The same memory problems mean that he can't remember the minimal details he may just possibly have heard with his minimal hearing capacity, particularly as his hearing problem is exacerbated within the noise of a meeting.

He can't understand computers and thus cannot access emails sent to him or reply to same.

If this were some nobody on the dole, they would be given intensive assistance to make them "job-ready".

Mr Flugge received about $1M to spend 10 months in Iraq doing something very vague for the Australian government.

Julia


----------



## phoenixrising (5 March 2006)

*Re: AWB - AWB Limited: Memory Problems*



			
				Julia said:
			
		

> I've been feeling awfully sorry for Mr Trevor Flugge, Chairman (or is it now ex-Chairman) of AWB.
> 
> The poor chap is completely deaf in one ear and has minimal hearing in the other.
> 
> ...




LOL a combination of Bondy (Alan Bond I can't remember any financials) and Skase (cough,cough, i can't come back to Oz from my Spanish island to face the music).

Hard to say if "one desk" is best or not.China is adopting it with iron ore contract negotiations, as did Japan in the 80's for Coal. Some of our coal producers went broke with very low offers, hard to imagine now, resources on the nose then.

ABB (au barley board) has similar contacts and produce could also do the job.
GNC (graincorp) maybe also, is in the grain handling/storage area, could adapt to marketing if push comes to shove.

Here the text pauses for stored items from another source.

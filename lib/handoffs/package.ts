import { buildAssembly, packageClips, safeName, type AssemblyClip } from './assembly';
import { buildEdl } from './edl';
import { otioText } from './otio';
import { hashContent, type HandoffSnapshot } from './snapshot';
import { createZipArchive, type ZipEntrySource } from './zip-writer';

// The clip package: one stored (uncompressed) ZIP streamed straight from the clip store, with the
// OTIO, the EDL, manifest.json and SHA256SUMS. The writer (zip-writer.ts) uses ZIP64 records for
// entries over 4 GiB and, as every entry's size is known up front, knows the archive's size before
// the first byte.

export type OpenClip = (clipId: string) => Promise<AsyncIterable<Uint8Array>>;

export type ClipPackage = { stream: ReadableStream<Uint8Array>; size: number; fileName: string; missing: string[] };

/** Base name of the package and its timeline files: "Walnut step stool v3". */
export const packageBaseName = (snapshot: HandoffSnapshot) => safeName(`${snapshot.episode.title} v${snapshot.version}`, 80);

/** GNU coreutils `sha256sum` text format: hash, two spaces, path. */
const sumsLine = (hash: string, path: string) => `${hash}  ${path}\n`;

/**
 * @param available clip ids whose bytes still exist (a clip deleted after the lock is listed as missing).
 * @param segmentId only this segment's folder (a per-segment download), without the timeline files.
 * @param crcOf a clip's CRC-32 as ingest recorded it; null makes the writer compute it while streaming.
 */
export async function buildClipPackage(
  snapshot: HandoffSnapshot,
  options: { openClip: OpenClip; available: Set<string>; segmentId?: string; crcOf?: (clipId: string) => number | null },
): Promise<ClipPackage> {
  const assembly = buildAssembly(snapshot);
  const mtime = new Date(snapshot.lockedAt);
  const entries: ZipEntrySource[] = [];
  const segment = options.segmentId ? snapshot.segments.find((s) => s.id === options.segmentId) : undefined;
  const clips = packageClips(assembly).filter((c) => !options.segmentId || c.segment.id === options.segmentId);
  const present: AssemblyClip[] = clips.filter((c) => options.available.has(c.clip.id));
  const missing = clips.filter((c) => !options.available.has(c.clip.id)).map((c) => c.path);
  const base = packageBaseName(snapshot);
  let sums = '';

  for (const item of present) {
    entries.push({ path: item.path, mtime, size: item.clip.sizeBytes, crc32: options.crcOf?.(item.clip.id) ?? null, open: () => options.openClip(item.clip.id) });
    sums += sumsLine(item.clip.sha256, item.path);
  }

  const addText = (path: string, text: string) => {
    entries.push({ path, mtime, data: Buffer.from(text, 'utf8') });
    sums += sumsLine(hashContent(text), path);
  };
  if (!segment) {
    addText(`${base}.otio`, otioText(snapshot, assembly));
    addText(`${base}.edl`, buildEdl(snapshot, assembly));
  }
  const manifest = {
    episode: snapshot.episode.title,
    version: snapshot.version,
    lockedAt: snapshot.lockedAt,
    frameRate: snapshot.episode.frameRate,
    segment: segment ? { number: segment.number, title: segment.title } : null,
    clips: clips.map((c) => ({
      path: c.path,
      clipId: c.clip.id,
      name: c.clip.name,
      segment: c.segment.number,
      shot: c.shot?.number ?? null,
      sizeBytes: c.clip.sizeBytes,
      durationSeconds: c.clip.durationSeconds,
      sha256: c.clip.sha256,
      included: options.available.has(c.clip.id),
    })),
    missing,
  };
  addText('manifest.json', `${JSON.stringify(manifest, null, 2)}\n`);
  entries.push({ path: 'SHA256SUMS', mtime, data: Buffer.from(sums, 'utf8') });

  // A clip that cannot be read ends the download with an error rather than a short, valid-looking file.
  const { stream, size } = createZipArchive(entries);
  const fileName = segment ? `${base} - ${safeName(`${String(segment.number).padStart(2, '0')} ${segment.title}`, 60)}.zip` : `${base}.zip`;
  return { stream, size, fileName, missing };
}
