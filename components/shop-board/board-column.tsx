'use client';

import { useDroppable } from '@dnd-kit/core';
import { SortableContext, verticalListSortingStrategy } from '@dnd-kit/sortable';
import type { ReactNode } from 'react';
import { shotStateLabels, type ShotState } from '@/lib/shots/catalog';

export const columnId = (state: ShotState) => `column:${state}`;

const accents: Record<ShotState, string> = {
  planned: 'border-t-ink/40',
  captured: 'border-t-ok',
  retake: 'border-t-attention',
};

type FrameProps = { state: ShotState; count: number; children: ReactNode; over?: boolean; movable?: boolean; refusal?: string | null };

function ColumnFrame({ state, count, children, over = false, movable = false, refusal = null, frameRef }: FrameProps & { frameRef?: (el: HTMLElement | null) => void }) {
  const label = shotStateLabels[state];
  return (
    <section
      ref={frameRef}
      aria-label={label}
      className={`flex min-w-0 flex-col gap-3 rounded-card border border-t-4 border-paper-edge p-3 transition-colors ${accents[state]} ${
        refusal ? 'bg-paper-deep' : over ? 'bg-blueprint-soft/70' : 'bg-paper-deep/50'
      }`}
    >
      <h2 className={`flex items-baseline justify-between gap-2 text-base font-bold ${state === 'retake' ? 'text-attention-ink' : ''}`}>
        {label}
        <span className="rounded-full bg-white/80 px-2 font-mono text-sm tabular-nums text-ink-soft">
          {count}
          <span className="sr-only"> {count === 1 ? 'shot' : 'shots'}</span>
        </span>
      </h2>
      {refusal ? (
        <p role="note" data-testid="column-refusal" className="rounded-md border-2 border-dashed border-attention/60 bg-white px-3 py-2 text-sm text-attention-ink">
          {refusal}
        </p>
      ) : null}
      {children}
      {count === 0 ? (
        <p className="rounded-md border-2 border-dashed border-paper-edge px-3 py-6 text-center text-sm text-ink-faint">
          {movable ? `No shots. Drop a card here to mark it ${label}.` : `No shots in ${label}.`}
        </p>
      ) : null}
    </section>
  );
}

/** A column that takes drops even when empty: the whole column is the drop target, not only its cards. */
export function DroppableColumn({
  state,
  ids,
  holdsActive,
  refusal,
  children,
}: {
  state: ShotState;
  ids: string[];
  holdsActive: boolean;
  /** Why the card being dragged may not be dropped here, shown on the column while it is dragged. */
  refusal: string | null;
  children: ReactNode;
}) {
  const { setNodeRef, isOver } = useDroppable({ id: columnId(state) });
  return (
    <ColumnFrame state={state} count={ids.length} over={!refusal && (isOver || holdsActive)} refusal={refusal} movable frameRef={setNodeRef}>
      <SortableContext id={state} items={ids} strategy={verticalListSortingStrategy}>
        <ol className="space-y-2.5">{children}</ol>
      </SortableContext>
    </ColumnFrame>
  );
}

export function StaticColumn({ state, count, children }: { state: ShotState; count: number; children: ReactNode }) {
  return (
    <ColumnFrame state={state} count={count}>
      <ol className="space-y-2.5">{children}</ol>
    </ColumnFrame>
  );
}
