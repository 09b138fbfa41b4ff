import { created, route } from '@/lib/api/handler';
import { createShot, listSegmentShots } from '@/lib/shots/queries';
import { createShotSchema, segmentShotsParamsSchema } from '@/lib/shots/schemas';

export const GET = route({ params: segmentShotsParamsSchema, channel: 'member' }, async ({ member, params }) => ({
  shots: await listSegmentShots(member.channel.id, params.segmentId),
}));

export const POST = route({ params: segmentShotsParamsSchema, body: createShotSchema, channel: 'shots.edit' }, async ({ member, params, body }) =>
  created({ shot: await createShot(member.channel.id, params.segmentId, body) }),
);
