'use client';

import { signIn } from 'next-auth/react';
import { useRouter } from 'next/navigation';
import { useState, type FormEvent } from 'react';
import { Alert } from '@/components/ui/alert';
import { Button } from '@/components/ui/button';
import { TextField } from '@/components/ui/field';

const FAILED =
  'That e-mail and password did not match, or there were too many tries. Check them, or wait a minute and try again.';

export function SignInForm({ callbackUrl, defaultEmail }: { callbackUrl: string; defaultEmail: string }) {
  const router = useRouter();
  const [error, setError] = useState<string | null>(null);
  const [pending, setPending] = useState(false);

  async function onSubmit(event: FormEvent<HTMLFormElement>) {
    event.preventDefault();
    const form = new FormData(event.currentTarget);
    setPending(true);
    setError(null);
    const result = await signIn('credentials', {
      redirect: false,
      email: String(form.get('email') ?? ''),
      password: String(form.get('password') ?? ''),
    }).catch(() => null);
    setPending(false);
    if (!result) return setError('Could not reach Kerfline. Check the connection and try again.');
    if (result.error) return setError(FAILED);
    router.push(callbackUrl);
    router.refresh();
  }

  return (
    <form onSubmit={onSubmit} className="mt-6 space-y-4" noValidate>
      {error ? <Alert tone="attention">{error}</Alert> : null}
      <TextField label="E-mail" name="email" type="email" autoComplete="email" required defaultValue={defaultEmail} />
      <TextField label="Password" name="password" type="password" autoComplete="current-password" required />
      <Button type="submit" className="w-full" disabled={pending}>
        {pending ? 'Signing in…' : 'Sign in'}
      </Button>
    </form>
  );
}
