import { describe, expect, it } from 'vitest';
import { diffHandoffs } from './diff';
import { buildHandoffMail } from './mail';
import { hashContent, parseSnapshot, serializeSnapshot } from './snapshot';
import { sampleInput, sampleSnapshot } from './test-snapshot';

describe('buildSnapshot', () => {
  const snap = sampleSnapshot();

  it('keeps running order with forecast starts, scripts as HTML and text, shots with their clips', () => {
    expect(snap.segments.map((s) => [s.number, s.title, s.startSeconds])).toEqual([
      [1, 'Cold open', 0],
      [2, 'Legs', 12],
      [3, 'Outro', 12 + 62],
    ]);
    expect(snap.segments[0]!.scriptHtml).toBe('<p>Today we build a stool</p>');
    expect(snap.segments[0]!.scriptText).toBe('Today we build a stool');
    expect(snap.segments[2]!.scriptHtml).toBe('');
    expect(snap.segments[1]!.shots.map((s) => [s.number, s.clips.map((c) => c.name)])).toEqual([
      [1, ['A001.mov']],
      [2, []],
    ]);
    expect(snap.segments[0]!.otherClips.map((c) => c.id)).toEqual(['c2']);
    expect(snap.segments[1]!.levelLabel).toBe('Starter');
    expect(snap.segments[1]!.safety[0]?.label).toBeTruthy();
    expect(snap.episode.totalSeconds).toBe(79);
  });

  it('serialises equal input to equal bytes and hashes them', () => {
    const a = serializeSnapshot(sampleSnapshot());
    expect(serializeSnapshot(sampleSnapshot())).toBe(a);
    expect(hashContent(a)).toMatch(/^[0-9a-f]{64}$/);
    expect(parseSnapshot(a)).toEqual(sampleSnapshot());
  });
});

describe('diffHandoffs', () => {
  it('finds nothing between equal versions', () => {
    expect(diffHandoffs(sampleSnapshot(), sampleSnapshot({ version: 2 })).unchanged).toBe(true);
  });

  it('reports added, removed and moved segments, word-level script changes, shot states and clips', () => {
    const base = sampleInput();
    const [s1, s2, s3] = base.segments as [typeof base.segments[0], typeof base.segments[0], typeof base.segments[0]];
    const next = sampleSnapshot({
      version: 2,
      segments: [
        { ...s2, script: { type: 'doc', content: [{ type: 'paragraph', content: [{ type: 'text', text: 'Cut both legs to length' }] }] } },
        s1,
        { ...s3, id: 's4', title: 'Bloopers' },
      ],
      shots: [{ ...base.shots[0]!, state: 'retake', retakeReason: 'Out of focus' }, { id: 'sh3', segmentId: 's2', description: 'Overhead', framing: 'overhead', camera: 'top_cam', state: 'planned', retakeReason: null }],
      clips: [base.clips[0]!, { ...base.clips[1]!, id: 'c3', name: 'intro-2.mp4' }],
    });
    const d = diffHandoffs(sampleSnapshot(), next);
    expect(d.unchanged).toBe(false);
    expect(d.segmentsAdded.map((s) => s.title)).toEqual(['Bloopers']);
    expect(d.segmentsRemoved.map((s) => s.title)).toEqual(['Outro']);
    expect(d.segmentsMoved).toHaveLength(1);
    expect(d.scripts).toHaveLength(1);
    const words = d.scripts[0]!.words;
    expect(words.filter((w) => w.change === 'removed').map((w) => w.text.trim())).toEqual(['the']);
    expect(words.filter((w) => w.change === 'added').map((w) => w.text.trim())).toEqual(['both']);
    expect(d.shotsAdded.map((s) => s.id)).toEqual(['sh3']);
    expect(d.shotsRemoved.map((s) => s.id)).toEqual(['sh2']);
    expect(d.shotsChanged).toEqual([{ segmentTitle: 'Legs', id: 'sh1', description: 'Wide of the saw', fromState: 'captured', toState: 'retake' }]);
    expect(d.clipsAdded.map((c) => c.name)).toEqual(['intro-2.mp4']);
    expect(d.clipsRemoved.map((c) => c.name)).toEqual(['intro.mp4']);
  });
});

describe('buildHandoffMail', () => {
  it('links the version and escapes the HTML', () => {
    const mail = buildHandoffMail({ to: 'e@x.test', channelName: 'Shop <b>', episodeTitle: 'Stool', version: 2, lockedBy: 'Rowan', note: 'Use take 2', url: 'http://h/x/2' });
    expect(mail.subject).toContain('v2');
    expect(mail.text).toContain('http://h/x/2');
    expect(mail.text).toContain('Use take 2');
    expect(mail.html).toContain('Shop &lt;b&gt;');
  });
});
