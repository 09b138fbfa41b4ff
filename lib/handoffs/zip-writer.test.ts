import { execFileSync } from 'node:child_process';
import { createHash } from 'node:crypto';
import { mkdtempSync, rmSync, writeFileSync } from 'node:fs';
import { tmpdir } from 'node:os';
import { join } from 'node:path';
import { Readable } from 'node:stream';
import { crc32 } from 'node:zlib';
import { describe, expect, it } from 'vitest';
import { createZipArchive, type ZipEntrySource } from './zip-writer';

/** The whole web stream as one Buffer (rejects with the stream's own error). */
async function readAll(stream: ReadableStream<Uint8Array>): Promise<Buffer> {
  const parts: Uint8Array[] = [];
  const reader = stream.getReader();
  for (let r = await reader.read(); !r.done; r = await reader.read()) parts.push(r.value);
  return Buffer.concat(parts);
}

const mtime = new Date('2026-03-14T15:09:26Z');
const big = Buffer.alloc(3 * 1024 * 1024 + 17);
for (let i = 0; i < big.length; i++) big[i] = (i * 31) % 251;
const chunked = (bytes: Buffer, size = 65536) => async () => Readable.from(Array.from({ length: Math.ceil(bytes.length / size) }, (_, i) => bytes.subarray(i * size, (i + 1) * size)));

const entries = (): ZipEntrySource[] => [
  { path: '01 Cold open/S01 A001.mov', mtime, size: big.length, open: chunked(big) },
  { path: '02 Légs/empty.mov', mtime, size: 0, open: chunked(Buffer.alloc(0)) },
  { path: 'manifest.json', mtime, data: Buffer.from('{"a":1}\n') },
];

function withArchive(zip: Buffer, check: (file: string, dir: string) => void) {
  const dir = mkdtempSync(join(tmpdir(), 'kerfline-zip-'));
  try {
    writeFileSync(join(dir, 'a.zip'), zip);
    check(join(dir, 'a.zip'), dir);
  } finally {
    rmSync(dir, { recursive: true, force: true });
  }
}

// An independent reader besides Info-ZIP: Python's zipfile checks every CRC and reads ZIP64 records.
const pythonCheck = `
import sys, zipfile, hashlib
with zipfile.ZipFile(sys.argv[1]) as z:
    assert z.testzip() is None
    for i in z.infolist():
        print(i.filename, i.file_size, i.compress_type, i.date_time, hashlib.sha256(z.read(i)).hexdigest())
`;

describe('stored ZIP writer', () => {
  for (const forceZip64 of [false, true]) {
    it(`${forceZip64 ? 'with ZIP64 records' : 'plain'}: predicted size, unzip -t and Python's zipfile accept it, bytes intact`, async () => {
      const archive = createZipArchive(entries(), { forceZip64 });
      const zip = await readAll(archive.stream);
      expect(zip.length).toBe(archive.size);
      withArchive(zip, (file) => {
        expect(execFileSync('unzip', ['-t', file]).toString()).toContain('No errors detected');
        const verbose = execFileSync('zipinfo', ['-v', file]).toString();
        expect(verbose).toContain('compression method:                             none (stored)');
        if (forceZip64) expect(verbose).toContain('ID 0x0001 (PKWARE 64-bit sizes)');
        else expect(verbose).not.toContain('ID 0x0001');
        const listing = execFileSync('python3', ['-c', pythonCheck, file]).toString().trim().split('\n');
        const sha = createHash('sha256').update(big).digest('hex');
        expect(listing).toEqual([
          `01 Cold open/S01 A001.mov ${big.length} 0 (2026, 3, 14, 15, 9, 26) ${sha}`,
          `02 Légs/empty.mov 0 0 (2026, 3, 14, 15, 9, 26) ${createHash('sha256').digest('hex')}`,
          `manifest.json 8 0 (2026, 3, 14, 15, 9, 26) ${createHash('sha256').update('{"a":1}\n').digest('hex')}`,
        ]);
      });
    });
  }

  it('takes a CRC-32 known beforehand instead of computing it', async () => {
    const bytes = Buffer.from('known crc');
    const right = createZipArchive([{ path: 'k', mtime, size: bytes.length, crc32: crc32(bytes), open: chunked(bytes) }]);
    const wrong = createZipArchive([{ path: 'k', mtime, size: bytes.length, crc32: (crc32(bytes) + 1) >>> 0, open: chunked(bytes) }]);
    withArchive(await readAll(right.stream), (file) => expect(execFileSync('unzip', ['-t', file]).toString()).toContain('No errors detected'));
    // The writer trusts the CRC it is given: a wrong one is what unzip -t catches.
    withArchive(await readAll(wrong.stream), (file) => expect(() => execFileSync('unzip', ['-t', file], { stdio: 'pipe' })).toThrow());
  });

  it('reads nothing before the consumer pulls, and only one entry at a time', async () => {
    const opened: string[] = [];
    const sources: ZipEntrySource[] = ['a', 'b'].map((name) => ({
      path: name,
      mtime,
      size: 4,
      open: async () => {
        opened.push(name);
        return Readable.from([Buffer.from('1234')]);
      },
    }));
    const archive = createZipArchive(sources);
    await new Promise((r) => setImmediate(r));
    expect(opened).toEqual([]);
    const reader = archive.stream.getReader();
    await reader.read(); // a's local header
    await reader.read(); // a's bytes
    expect(opened).toEqual(['a']);
    await reader.cancel();
  });

  it('errors the stream when a file is shorter or longer than declared, or cannot be opened', async () => {
    const short = createZipArchive([{ path: 'x', mtime, size: 10, open: chunked(Buffer.alloc(9)) }]);
    await expect(readAll(short.stream)).rejects.toThrow('x: expected 10 bytes, read 9');
    const long = createZipArchive([{ path: 'y', mtime, size: 10, open: chunked(Buffer.alloc(11), 4) }]);
    await expect(readAll(long.stream)).rejects.toThrow('y: expected 10 bytes, read 11');
    const gone = createZipArchive([{ path: 'z', mtime, size: 1, open: () => Promise.reject(new Error('no such clip')) }]);
    await expect(readAll(gone.stream)).rejects.toThrow('no such clip');
  });
});
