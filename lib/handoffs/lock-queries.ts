import type { Knex } from 'knex';
import { notFound } from '@/lib/errors';
import type { ScriptDoc } from '@/lib/scripts/schemas';
import type { Level, SegmentKind } from '@/lib/segments/schemas';
import type { Tool } from '@/lib/safety/tools';
import { isFrameRateId } from '@/lib/timecode';
import { buildSnapshot, type SnapshotClipInput, type SnapshotShotInput } from './build';
import type { HandoffSummaryDto } from './schemas';
import { hashContent, serializeSnapshot } from './snapshot';
import { listSnapshotDeliverables } from './sponsor-deliverable-queries';

// The write of one handoff version, inside the caller's transaction (the lock route and the demo seed).
// Statements per call do not grow with the episode: lock, next number, segments, shots, clips,
// (deliverables), insert.

type EpisodeLockRow = { id: string; title: string; premise: string; frame_rate: string; target_seconds: number | null; level_labels: unknown };
type SegmentRow = { id: string; kind: SegmentKind; level: number | null; title: string; script: ScriptDoc | null; word_count: number; action_seconds: number; tools: Tool[]; safety_reviewed_at: Date | null };
type ShotRow = { id: string; segment_id: string; description: string; framing: SnapshotShotInput['framing']; camera: SnapshotShotInput['camera']; state: SnapshotShotInput['state']; retake_reason: string | null };
type ClipRow = { id: string; segment_id: string; shot_id: string | null; original_name: string; mime_type: string; size_bytes: string; duration_seconds: number | null; frame_rate: number | null; sha256: string; has_poster: boolean };

const labelsOf = (v: unknown): [string, string, string] => {
  const a = Array.isArray(v) ? v : [];
  return [0, 1, 2].map((i) => (typeof a[i] === 'string' ? (a[i] as string) : ['Starter', 'Intermediate', 'Advanced'][i]!)) as [string, string, string];
};

export type InsertHandoffInput = { channelId: string; episodeId: string; wordsPerMinute: number; lockedBy: { id: string; name: string }; note: string };

export async function insertHandoffVersion(trx: Knex.Transaction, input: InsertHandoffInput): Promise<HandoffSummaryDto & { title: string }> {
  const { episodeId } = input;
  const episode: EpisodeLockRow | undefined = await trx('episodes')
    .where({ id: episodeId, channel_id: input.channelId })
    .forUpdate()
    .first('id', 'title', 'premise', 'frame_rate', 'target_seconds', 'level_labels');
  if (!episode) throw notFound('That episode');
  const next: { version: number } = await trx('handoffs').where({ episode_id: episodeId }).first(trx.raw('coalesce(max(version), 0)::int + 1 as version'));
  const segments: SegmentRow[] = await trx('segments')
    .where({ episode_id: episodeId })
    .orderBy('position')
    .select('id', 'kind', 'level', 'title', 'script', 'word_count', 'action_seconds', 'tools', 'safety_reviewed_at');
  const shots: ShotRow[] = await trx('shots as sh')
    .join('segments as s', 's.id', 'sh.segment_id')
    .where('s.episode_id', episodeId)
    .whereNull('sh.deleted_at')
    .orderBy([{ column: 's.position' }, { column: 'sh.position' }])
    .select('sh.id', 'sh.segment_id', 'sh.description', 'sh.framing', 'sh.camera', 'sh.state', 'sh.retake_reason');
  const clips: ClipRow[] = await trx('clips as c')
    .join('segments as s', 's.id', 'c.segment_id')
    .where('s.episode_id', episodeId)
    .orderBy([{ column: 'c.created_at' }, { column: 'c.id' }])
    .select('c.id', 'c.segment_id', 'c.shot_id', 'c.original_name', 'c.mime_type', 'c.size_bytes', 'c.duration_seconds', 'c.frame_rate', 'c.sha256', 'c.has_poster');
  const lockedAt = new Date();
  const base = {
    version: next.version,
    lockedAt,
    lockedBy: input.lockedBy.name,
    note: input.note,
    wordsPerMinute: input.wordsPerMinute,
    episode: {
      id: episode.id,
      title: episode.title,
      premise: episode.premise,
      frameRate: isFrameRateId(episode.frame_rate) ? episode.frame_rate : '29.97df',
      targetSeconds: episode.target_seconds,
      levelLabels: labelsOf(episode.level_labels),
    },
    segments: segments.map((s) => ({
      id: s.id,
      kind: s.kind,
      level: s.level as Level | null,
      title: s.title,
      script: s.script,
      wordCount: s.word_count,
      actionSeconds: s.action_seconds,
      tools: s.tools,
      safetyReviewed: s.safety_reviewed_at !== null,
    })),
    shots: shots.map((s) => ({ id: s.id, segmentId: s.segment_id, description: s.description, framing: s.framing, camera: s.camera, state: s.state, retakeReason: s.retake_reason })),
    clips: clips.map(
      (c): SnapshotClipInput => ({
        id: c.id,
        segmentId: c.segment_id,
        shotId: c.shot_id,
        name: c.original_name,
        mimeType: c.mime_type,
        sizeBytes: Number(c.size_bytes),
        durationSeconds: c.duration_seconds,
        frameRate: c.frame_rate,
        sha256: c.sha256,
        hasPoster: c.has_poster,
      }),
    ),
  };
  // Deliverables need each segment's forecast start, which the snapshot computes.
  const first = buildSnapshot({ ...base, deliverables: [] });
  const starts = new Map(first.segments.map((s) => [s.id, s.startSeconds]));
  const deliverables = await listSnapshotDeliverables(trx, episodeId, (id) => starts.get(id) ?? null);
  const snapshot = deliverables.length ? buildSnapshot({ ...base, deliverables }) : first;
  const content = serializeSnapshot(snapshot);
  const contentHash = hashContent(content);
  const [row] = await trx('handoffs')
    .insert({ episode_id: episodeId, version: next.version, content, content_hash: contentHash, note: input.note, locked_by: input.lockedBy.id, locked_at: lockedAt })
    .returning<{ id: string }[]>('id');
  return {
    id: row!.id,
    episodeId,
    version: next.version,
    contentHash,
    note: input.note,
    lockedBy: input.lockedBy.name,
    lockedAt: lockedAt.toISOString(),
    segmentCount: snapshot.segments.length,
    title: episode.title,
  };
}
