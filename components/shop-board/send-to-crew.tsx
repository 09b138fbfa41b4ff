'use client';

import { useId } from 'react';
import { Button } from '@/components/ui/button';
import { countOf } from '@/lib/text/count-of';
import { useShotMail } from './use-shop-board';

const emails = (n: number) => countOf(n, 'e-mail', 'e-mails');

function resultText({ sent, failed }: { sent: number; failed: number }): string {
  if (sent === 0 && failed === 0) return 'Nobody is waiting for an e-mail.';
  const parts = [sent > 0 ? `Sent ${emails(sent)}.` : '', failed > 0 ? `${emails(failed)} could not be sent; they go out with the next try.` : ''];
  return parts.filter(Boolean).join(' ');
}

const waitingText = (n: number) => (n === 0 ? 'Nobody waiting for an e-mail' : `${countOf(n, 'person', 'people')} waiting for an e-mail`);

/** Host only: assignment e-mails go now instead of a few minutes after the last change. */
export function SendToCrew({ slug, initialWaiting }: { slug: string; initialWaiting: number }) {
  const { waiting, send } = useShotMail(slug, initialWaiting);
  const noteId = useId();
  const n = waiting.data;
  const result = send.data;

  return (
    <div className="flex flex-wrap items-center gap-x-4 gap-y-2 rounded-card border border-paper-edge bg-white/60 px-3 py-2 text-sm">
      {/* aria-disabled rather than disabled: a disabled button drops the keyboard focus. */}
      <Button
        variant="secondary"
        onClick={() => {
          if (!send.isPending) send.mutate();
        }}
        aria-disabled={send.isPending}
        aria-describedby={noteId}
      >
        <MailIcon />
        Send to crew
      </Button>
      {/* One live region: the number waiting, replaced by what the last send did. */}
      <p role="status" className={`font-bold ${send.isError || (result && result.failed > 0) ? 'text-attention-ink' : result ? 'text-ok' : ''}`}>
        {send.isPending
          ? 'Sending…'
          : send.isError
            ? `Could not send: ${send.error.message}`
            : result
              ? `${resultText(result)}${n > 0 ? ` ${waitingText(n)} now.` : ''}`
              : waitingText(n)}
      </p>
      <p id={noteId} className="min-w-0 flex-1 basis-64 text-ink-soft">
        Otherwise assignment e-mails go out by themselves a few minutes after the last change.
      </p>
    </div>
  );
}

function MailIcon() {
  return (
    <svg aria-hidden="true" width="16" height="16" viewBox="0 0 16 16">
      <rect x="1.5" y="3.5" width="13" height="9" rx="1" fill="none" stroke="currentColor" strokeWidth="1.5" />
      <path d="M2 4.5l6 4.5 6-4.5" fill="none" stroke="currentColor" strokeWidth="1.5" />
    </svg>
  );
}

AWB may be a buy at some stage, could bounce back, but risky.


----------



## mime (10 March 2006)

Does anyone know how important the wheat contract with Iraq was to the company? I heard that the US will suffer more drought in the coming years so the price of wheat will go up. I think this could be a awesome opportunity to purchase shares to a great price. Of course more research would be a good idea.

Edit: The current S.P is close to it's float price. Wouldn't this indicate it's been over sold?


----------



## guru (6 April 2006)

Interestingly the stock has done a double bottom, stop loss would be at 3.60 and clear skys if it can breach 4.20 resistence with wheat price on its way up and the quality of Australian wheat.


----------



## twojacks28 (11 April 2006)

hmmmmmm ... interesting topic. AWB is legally irresponsible however when you are dealing with these kind of countries paying kickbacks and other things isnt uncommon as they are all corrupt. Iraq is not going to buy Australian wheat through AWB so they have lost substanial profits for this year as that was their biggest contract. Will be interesting to follow.

Twojacks28


----------



## twojacks28 (26 April 2006)

what do you guys think about AWB's future? will it improve or go downhill even more?


----------



## mime (13 October 2006)

AWB is getting slammed today in a rising market. I don't know what to do. ****

Surly the stock has been over sold. They still have a monoply huge earning potential.


----------



## 3 veiws of a secret (13 October 2006)

Well seems AWB is bad news .Its possibly as simple as that .Unless they are tied up with a Afghani scandal also.........sorrry just trying to scare thou.


----------



## alankew (13 October 2006)

ABC news said that it is the effects of the worst drought.


----------



## bug (13 October 2006)

All the agribusiness stocks got slammed with the latest drought news.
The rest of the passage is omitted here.